What if doing all of that meant having a gap in coverage that would mean we lose eligibility for pre-existing condition coverage in the U.S.? Then I guess we’d become permanent expats. (Stupid health care system! :::shaking fist:::)
What if it wasn’t feasible to go abroad for any of this stuff for any number of reasons, and we were forced to pay the costs in the U.S.? We’d try hard to negotiate rates down and to negotiate payment plans, and we’d make sure we understood the likely effectiveness of any treatment before agreeing to it (evidence-based medicine, y’all), but ultimately we’d pay whatever it took, and deal with the consequences, even if that meant spoiling our early retirement dreams. (Though in that case we’d be extra glad we used this 401(k) rollover strategy so that our traditional retirement funds would be protected from any bankruptcy judgments.)
In this case, going deeper with the what ifs forces us to confront what we’d trade for good health, and the answer is “essentially everything.”
Testing Your Own Plans
There are lots of places we can all start with this set of exercises, and it’s beneficial to go deep on the what ifs with all aspects of your plan. Some starting points to consider, depending on your unique circumstances:
What if your portfolio tanks?
What if your pension disappears?
What if you grow tired of the lifestyle you plan to lead in retirement?
What if you withdraw too much of your portfolio early on and risk running out of money when you’re in your 60s or older?

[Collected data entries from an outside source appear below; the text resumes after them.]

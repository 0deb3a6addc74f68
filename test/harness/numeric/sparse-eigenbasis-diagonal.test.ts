import { describe, expect, it } from 'vitest';
import { eigenpairs } from '../../../harness/numeric/eigen.js';
import { eigenbasisDiagonal } from '../../../harness/numeric/resolvent-statistics.js';
import { randomStream } from '../../../harness/numeric/random-stream.js';
import { sampleMatrix } from '../../../harness/numeric/sample-wigner.js';
import { sparseEigenbasisDiagonal, sparseEntries } from '../../../harness/numeric/sparse-eigenbasis-diagonal.js';
import { zeroMatrix, type Field } from '../../../harness/numeric/square-matrix.js';

/** A weight with three non-zeros per row at scattered columns, complex when asked. */
function scattered(field: Field, n: number): ReturnType<typeof zeroMatrix> {
  const m = zeroMatrix(field, n);
  const s = randomStream(2, 'sparse-weight', n);
  const stride = field === 'complex' ? 2 : 1;
  for (let r = 0; r < n; r++) {
    for (const c of [r, (r * 7 + 3) % n, (r + 5) % n]) {
      m.data[stride * (r * n + c)] = s.nextNormal();
      if (stride === 2) m.data[2 * (r * n + c) + 1] = s.nextNormal();
    }
  }
  return m;
}

describe('sparseEigenbasisDiagonal', () => {
  for (const [kind, field] of [
    ['goe', 'real'],
    ['goe', 'complex'],
    ['gue', 'real'],
    ['gue', 'complex'],
  ] as const) {
    it(`agrees with the dense eigenbasis diagonal (${kind} matrix, ${field} weight)`, () => {
      const n = 30;
      const decomposition = eigenpairs(sampleMatrix({ kind }, n, randomStream(4, 'sparse-diagonal', 0)));
      const weight = scattered(field, n);
      const entries = sparseEntries(weight, 3 * n)!;
      const sparse = sparseEigenbasisDiagonal(decomposition, entries);
      const dense = eigenbasisDiagonal(decomposition, weight);
      // Both sum the same products in different orders: agreement to a few hundred ε of ‖A‖ ~ 10.
      for (let k = 0; k < 2 * n; k++) expect(Math.abs(sparse[k] - dense[k])).toBeLessThan(1e-12);
    });
  }

  it('refuses a weight with more non-zeros than the limit', () => {
    const weight = scattered('real', 10);
    const count = sparseEntries(weight, 100)!.rows.length;
    expect(sparseEntries(weight, count - 1)).toBeNull();
    expect(sparseEntries(weight, count)?.rows.length).toBe(count);
    expect(sparseEntries(zeroMatrix('real', 4), 0)?.rows.length).toBe(0);
  });
});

What if your health gets worse and you can’t do the things you’d planned to do?
What if Social Security goes away?
What if health care or health insurance costs skyrocket?
What if Medicare goes away?
What if you can’t find renters for your rental property?
What if someone you care about needs extensive support, financial or otherwise?
What if a spouse or partner dies?
What if we have a period of extended “stagflation” (price inflation with stagnant markets), so your spending has to go up but without market increases?
What if you can’t sell the home you need the proceeds from?
Some of these scenarios might be far-fetched, but they also might not be. Since none of us can see the future (or if you can, please call me!), we don’t know which “what if” scenarios might ultimately play out. But our plans can only get stronger if we think these questions through and really do the work of answering them honestly.
Just as blowing off potential concerns with the “I can always just go back to work” response leaves your long-term plan vulnerable, so does only going one level deep with your “what if” questioning.
You’re banking the whole rest of your life on your financial plan. The least you can do for yourself is make sure it’s truly solid.
How Do You Test Your Plans?
Have any of you guys gone through similar exercises to pressure test your financial plans? Or have any other tools beyond the five questions that have been helpful to you? Any thoughts this has stirred up for you, or doubts it has raised about the solvency of your plan? Or still prefer the approach of just staying flexible without pressure testing your plan components? As always, we love hearing from folks with a range of viewpoints. Let us know your thoughts in the comments!